Provided records =>
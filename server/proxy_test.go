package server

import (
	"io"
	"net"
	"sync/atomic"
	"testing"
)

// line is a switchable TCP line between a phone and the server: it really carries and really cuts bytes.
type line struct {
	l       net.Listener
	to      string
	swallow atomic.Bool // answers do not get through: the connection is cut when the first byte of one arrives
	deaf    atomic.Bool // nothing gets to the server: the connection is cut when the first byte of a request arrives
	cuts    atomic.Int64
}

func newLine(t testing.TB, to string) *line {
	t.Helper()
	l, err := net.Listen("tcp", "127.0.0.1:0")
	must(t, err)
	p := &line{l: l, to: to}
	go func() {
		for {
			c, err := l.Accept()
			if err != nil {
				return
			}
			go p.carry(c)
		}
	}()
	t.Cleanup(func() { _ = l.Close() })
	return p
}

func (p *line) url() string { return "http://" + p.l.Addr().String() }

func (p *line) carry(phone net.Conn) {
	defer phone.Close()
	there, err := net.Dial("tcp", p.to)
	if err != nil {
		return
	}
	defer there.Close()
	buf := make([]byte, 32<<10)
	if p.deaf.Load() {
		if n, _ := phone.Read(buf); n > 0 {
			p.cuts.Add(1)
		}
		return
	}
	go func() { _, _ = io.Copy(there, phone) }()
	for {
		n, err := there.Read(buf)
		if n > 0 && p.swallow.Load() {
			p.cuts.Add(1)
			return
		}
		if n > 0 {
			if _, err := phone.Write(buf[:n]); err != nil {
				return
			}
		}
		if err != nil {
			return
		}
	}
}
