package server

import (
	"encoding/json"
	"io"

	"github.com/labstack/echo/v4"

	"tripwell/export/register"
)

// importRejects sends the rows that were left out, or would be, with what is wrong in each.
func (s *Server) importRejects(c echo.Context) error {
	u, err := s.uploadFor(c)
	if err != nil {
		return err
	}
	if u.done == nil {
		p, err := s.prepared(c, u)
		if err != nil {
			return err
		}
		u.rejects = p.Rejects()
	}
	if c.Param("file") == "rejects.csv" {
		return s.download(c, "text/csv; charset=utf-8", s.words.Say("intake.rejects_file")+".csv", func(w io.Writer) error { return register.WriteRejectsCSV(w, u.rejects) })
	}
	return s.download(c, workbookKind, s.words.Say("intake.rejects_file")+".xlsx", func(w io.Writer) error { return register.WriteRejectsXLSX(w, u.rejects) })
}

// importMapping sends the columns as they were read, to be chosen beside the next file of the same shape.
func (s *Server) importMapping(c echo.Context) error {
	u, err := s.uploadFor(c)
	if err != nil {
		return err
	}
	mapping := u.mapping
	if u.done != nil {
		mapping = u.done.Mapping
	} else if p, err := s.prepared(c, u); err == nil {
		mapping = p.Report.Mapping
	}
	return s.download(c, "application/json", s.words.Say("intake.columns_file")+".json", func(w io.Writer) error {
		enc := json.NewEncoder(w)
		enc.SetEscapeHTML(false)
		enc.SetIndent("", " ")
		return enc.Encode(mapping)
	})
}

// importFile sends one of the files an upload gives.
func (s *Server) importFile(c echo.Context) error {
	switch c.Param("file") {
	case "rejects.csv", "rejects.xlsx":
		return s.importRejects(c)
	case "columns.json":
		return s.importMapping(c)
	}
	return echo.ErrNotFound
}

Description of the task => Show every line of the entries above where the word "Close" occurs.

Response to this exercise =>
	t.Cleanup(func() { _ = l.Close() })
	defer phone.Close()
	defer there.Close()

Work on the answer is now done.